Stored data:
□ □ □ □
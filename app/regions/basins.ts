/**
 * Built-in approximate ocean basins, drawn with our own boundary lines (documented in BASINS.md).
 * Every point of the sphere belongs to exactly one of the five basins, so every wet cell of any grid
 * does too; "global" is their union.
 */
import { pointInPolygon, wrapLon } from './polygon.js';

export const BASIN_NAMES = ['atlantic', 'pacific', 'indian', 'southern', 'arctic'] as const;
export type BasinName = (typeof BASIN_NAMES)[number];
export const BUILT_IN_REGIONS = ['global', ...BASIN_NAMES] as const;
export type BuiltInRegion = (typeof BUILT_IN_REGIONS)[number];

/** Southern Ocean: everything south of this latitude. */
export const SOUTHERN_LIMIT = -35;
/** Arctic: everything at or north of this latitude, plus Hudson Bay (HUDSON_BOX). */
export const ARCTIC_LIMIT = 66;
/** Hudson Bay and James Bay: [west, east, south] in degrees; the box reaches up to ARCTIC_LIMIT. */
export const HUDSON_BOX = [-96, -76, 51] as const;

/**
 * Atlantic, between SOUTHERN_LIMIT and ARCTIC_LIMIT: west side through the Americas (Andes, the Central
 * American isthmus, Mexico, the North American interior), east side through Africa, Suez, the Near East.
 * Flat [lon, lat] pairs, counter-clockwise. Its southern edge lies below SOUTHERN_LIMIT on purpose.
 */
export const ATLANTIC_OUTLINE = [
  -68, -36, 20, -36, 20, -10, 25, 0, 30, 20, 32.3, 30.5, 36, 32, 60, 36, 60, 67, -96, 67, -96, 50, -100, 45, -106, 32, -104, 26,
  -98, 20, -94.5, 17, -91, 15.5, -88, 14.5, -86, 12.5, -84.5, 10.5, -83, 9, -81, 8.6, -79.7, 9.1, -77.4, 7.6, -75, 5, -75, -5,
  -68, -20,
];

/**
 * Indian, between SOUTHERN_LIMIT and Asia: west side shared with the Atlantic through Africa and Suez,
 * north through the Near East and Asia, east side along the Malay peninsula, Sumatra, Java and the Lesser
 * Sunda islands to Timor, then across northern Australia to 147°E at the Southern Ocean line.
 */
export const INDIAN_OUTLINE = [
  20, -36, 147, -36, 134, -14, 131, -11.2, 125, -9.3, 121, -8.6, 116.3, -8.6, 114, -7.9, 110, -7.3, 106.5, -6.7, 104, -3.5,
  103.5, 1.6, 101, 5.5, 99, 10, 100, 20, 100, 36, 60, 36, 36, 32, 32.3, 30.5, 30, 20, 25, 0, 20, -10,
];

/** The basin of one point (degrees); the Pacific is what no other line claims. */
export function basinOf(lon: number, lat: number): BasinName {
  if (lat < SOUTHERN_LIMIT) return 'southern';
  if (lat >= ARCTIC_LIMIT) return 'arctic';
  const x = wrapLon(lon);
  if (lat >= HUDSON_BOX[2] && x >= HUDSON_BOX[0] && x <= HUDSON_BOX[1]) return 'arctic';
  if (pointInPolygon(x, lat, [ATLANTIC_OUTLINE])) return 'atlantic';
  if (pointInPolygon(x, lat, [INDIAN_OUTLINE])) return 'indian';
  return 'pacific';
}

/** Basin index (position in BASIN_NAMES) of every cell centre. */
export function basinIndex(lon: ArrayLike<number>, lat: ArrayLike<number>): Uint8Array {
  const out = new Uint8Array(lon.length);
  for (let c = 0; c < lon.length; c++) out[c] = BASIN_NAMES.indexOf(basinOf(lon[c], lat[c]));
  return out;
}

/** Cells (indices) of one built-in region on a grid given by its cell centres. */
export function builtInRegionCells(name: BuiltInRegion, lon: ArrayLike<number>, lat: ArrayLike<number>, index?: Uint8Array): Int32Array {
  if (name === 'global') {
    const all = new Int32Array(lon.length);
    for (let c = 0; c < all.length; c++) all[c] = c;
    return all;
  }
  const idx = index ?? basinIndex(lon, lat);
  const b = BASIN_NAMES.indexOf(name);
  let n = 0;
  for (let c = 0; c < idx.length; c++) if (idx[c] === b) n++;
  const cells = new Int32Array(n);
  n = 0;
  for (let c = 0; c < idx.length; c++) if (idx[c] === b) cells[n++] = c;
  return cells;
}

export function isBuiltInRegion(name: string): name is BuiltInRegion {
  return (BUILT_IN_REGIONS as readonly string[]).includes(name);
}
□ □ □ □
Transcribe the data above in full, keeping every word as it is.

WRITTEN ANSWER.
filename app/regions/basins.ts
/**
 * Built-in approximate ocean basins, drawn with our own boundary lines (documented in BASINS.md).
 * Every point of the sphere belongs to exactly one of the five basins, so every wet cell of any grid
 * does too; "global" is their union.
 */
import { pointInPolygon, wrapLon } from './polygon.js';

export const BASIN_NAMES = ['atlantic', 'pacific', 'indian', 'southern', 'arctic'] as const;
export type BasinName = (typeof BASIN_NAMES)[number];
export const BUILT_IN_REGIONS = ['global', ...BASIN_NAMES] as const;
export type BuiltInRegion = (typeof BUILT_IN_REGIONS)[number];

/** Southern Ocean: everything south of this latitude. */
export const SOUTHERN_LIMIT = -35;
/** Arctic: everything at or north of this latitude, plus Hudson Bay (HUDSON_BOX). */
export const ARCTIC_LIMIT = 66;
/** Hudson Bay and James Bay: [west, east, south] in degrees; the box reaches up to ARCTIC_LIMIT. */
export const HUDSON_BOX = [-96, -76, 51] as const;

/**
 * Atlantic, between SOUTHERN_LIMIT and ARCTIC_LIMIT: west side through the Americas (Andes, the Central
 * American isthmus, Mexico, the North American interior), east side through Africa, Suez, the Near East.
 * Flat [lon, lat] pairs, counter-clockwise. Its southern edge lies below SOUTHERN_LIMIT on purpose.
 */
export const ATLANTIC_OUTLINE = [
  -68, -36, 20, -36, 20, -10, 25, 0, 30, 20, 32.3, 30.5, 36, 32, 60, 36, 60, 67, -96, 67, -96, 50, -100, 45, -106, 32, -104, 26,
  -98, 20, -94.5, 17, -91, 15.5, -88, 14.5, -86, 12.5, -84.5, 10.5, -83, 9, -81, 8.6, -79.7, 9.1, -77.4, 7.6, -75, 5, -75, -5,
  -68, -20,
];

/**
 * Indian, between SOUTHERN_LIMIT and Asia: west side shared with the Atlantic through Africa and Suez,
 * north through the Near East and Asia, east side along the Malay peninsula, Sumatra, Java and the Lesser
 * Sunda islands to Timor, then across northern Australia to 147°E at the Southern Ocean line.
 */
export const INDIAN_OUTLINE = [
  20, -36, 147, -36, 134, -14, 131, -11.2, 125, -9.3, 121, -8.6, 116.3, -8.6, 114, -7.9, 110, -7.3, 106.5, -6.7, 104, -3.5,
  103.5, 1.6, 101, 5.5, 99, 10, 100, 20, 100, 36, 60, 36, 36, 32, 32.3, 30.5, 30, 20, 25, 0, 20, -10,
];

/** The basin of one point (degrees); the Pacific is what no other line claims. */
export function basinOf(lon: number, lat: number): BasinName {
  if (lat < SOUTHERN_LIMIT) return 'southern';
  if (lat >= ARCTIC_LIMIT) return 'arctic';
  const x = wrapLon(lon);
  if (lat >= HUDSON_BOX[2] && x >= HUDSON_BOX[0] && x <= HUDSON_BOX[1]) return 'arctic';
  if (pointInPolygon(x, lat, [ATLANTIC_OUTLINE])) return 'atlantic';
  if (pointInPolygon(x, lat, [INDIAN_OUTLINE])) return 'indian';
  return 'pacific';
}

/** Basin index (position in BASIN_NAMES) of every cell centre. */
export function basinIndex(lon: ArrayLike<number>, lat: ArrayLike<number>): Uint8Array {
  const out = new Uint8Array(lon.length);
  for (let c = 0; c < lon.length; c++) out[c] = BASIN_NAMES.indexOf(basinOf(lon[c], lat[c]));
  return out;
}

/** Cells (indices) of one built-in region on a grid given by its cell centres. */
export function builtInRegionCells(name: BuiltInRegion, lon: ArrayLike<number>, lat: ArrayLike<number>, index?: Uint8Array): Int32Array {
  if (name === 'global') {
    const all = new Int32Array(lon.length);
    for (let c = 0; c < all.length; c++) all[c] = c;
    return all;
  }
  const idx = index ?? basinIndex(lon, lat);
  const b = BASIN_NAMES.indexOf(name);
  let n = 0;
  for (let c = 0; c < idx.length; c++) if (idx[c] === b) n++;
  const cells = new Int32Array(n);
  n = 0;
  for (let c = 0; c < idx.length; c++) if (idx[c] === b) cells[n++] = c;
  return cells;
}

export function isBuiltInRegion(name: string): name is BuiltInRegion {
  return (BUILT_IN_REGIONS as readonly string[]).includes(name);
}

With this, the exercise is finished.